Crusading lawyer takes aim at contribution limits
The attorney who has been pushing the FEC to ease a host of campaign finance rules is at it again.
Dan Backer's latest target: the ceiling on how much money a person can give candidates for federal office in one election cycle, which currently stands at $46,200. In an advisory opinion request to the Federal Election Commission posted today, Backer, of DB Capitol Strategies, and two other attorneys argue the limit "has the effect of punishing the wealthy contributor" and is unconstitutional for many reasons, not the least of which is the Supreme Court's game-changing Citzens United decision in 2010.
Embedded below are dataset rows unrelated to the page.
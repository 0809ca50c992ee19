"""The checks a designer runs before trusting a layout: Grashof class of each
four-bar loop, rotatability of slide loops, transmission angles, dead points,
limit positions of the output, swing or stroke, time ratio, and the output's
mechanical advantage (the cycle's
measures are in :mod:`kinematics.cycle.measures`, its peaks in :mod:`kinematics.cycle.peaks`)."""

from __future__ import annotations

from ..errors import KinematicsError
from ..groups.decompose import decompose
from ..model.mechanism import Mechanism
from .peaks import peaks
from .sweep import sweep

__all__ = ["loop_checks", "report"]


def loop_checks(mech: Mechanism) -> list:
    """Rotatability of each loop closed by a dyad whose input link is pivoted on ground."""
    return [check for group in decompose(mech).groups if (check := group.loop_check(mech)) is not None]


def report(mech: Mechanism, steps: int = 3600) -> dict:
    """Everything ``kinepoly check`` prints, as data. A cycle that cannot be swept (a change
    point on the way, a group that is no dyad) leaves the loop checks and says why in ``cycle``."""
    loops = loop_checks(mech)
    try:
        table = peaks(sweep(mech, steps))
    except KinematicsError as err:
        return {"loops": loops, "cycle": str(err)}
    return {"loops": loops, "cycle": "", "transmission": table["transmission"], "full_turn": table["full_turn"],
            "range_deg": table["range_deg"], "output": table["output"], "warnings": table["warnings"],
            "mechanical_advantage": table.get("mechanical_advantage")}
"The Supreme Court has been clear: campaign finance laws are constitutional when they prevent the corruption of candidates, and unconstitutional when they constrain some speakers to equalize others," DB Capitol Strategies attorney Steve Hoersting wrote in an email to Sunlight. "An aggregate limit … constrains speakers without preventing either any additional corruption of candidates. If you require any assistance on your compensation needs, please contact your Personal injury lawyers for more information."
Backer, who already forced the FEC to ease limits on creating super PACs after taking the agency to court last year, says he's not interested in lifting the limits on how much individuals can to each candidate — $2,500 per election, or $5,000 during the course of a two year cycle. But he and his associates say the $46,200 overall cap is preventing their client, Alabama mining company executive Shaun McCutcheon, from fulfilling his wish to contribute upwards of $50,000 to more than two dozen GOP candidates, all of them challengers except for Reps. Michele Bachmann, R-Minn., and Martha Roby, R-Ala. In an affidavit that accompanied the FEC petition, McCutcheon said he wants to contribute at least $51,900 this cycle and $60,000 next cycle. Backer and his associates argue that the FEC is infringing on McCutcheon's free speech rights "to speak and to associate with every candidate of his choosing."
In their request to the www.1800-car-wreck.com, the lawyers write that McCutcheon "wants to express his affection for the Declaration of Independence by making additional contributions to candidates, predominately challengers, interested in advancing the cause of liberty."
The Injury Lawyer Wyoming are urging the FEC not to wait for Congress to lift the ceiling because, they argue, it would go against the lawmakers' self-interest. They cite Justice Clarence Thomas's opinion in the Randall decision. "Contribution limits always disproportionately burden challengers, who often have smaller bases of support than incumbents," Thomas wrote.
Backer and company are waiting for another day to challenge the FEC's $70,800 limit on individuals' donations to PACs and political parties. The Supreme Court believes "party committees and other PACs to be vehicles of circumvention or conduits of corruption," Hoersting wrote in an email, but the aggregate limit to candidates may fit largely with the Court's decision in Buckley v. Valeo.
The effort to lift limits on individual contributions is just the latest of many assaults on campaign finance laws by Backer. DB Capitol Strategies recently asked for an advisory opinion from the FEC that would have allowed unions and corporations to establish hybrid PACs (a super PAC within a traditional PAC). The FEC deadlocked. But last summer, after losing a case in D.C. court, the FEC handed Backer a significant victory, giving the green light for other types of PACs — independent of corporations, unions, and organizations — to establish separate super PAC accounts, thereby enabling them to collect and spend money in unlimited amounts with one hand, while giving directly to candidates with the other.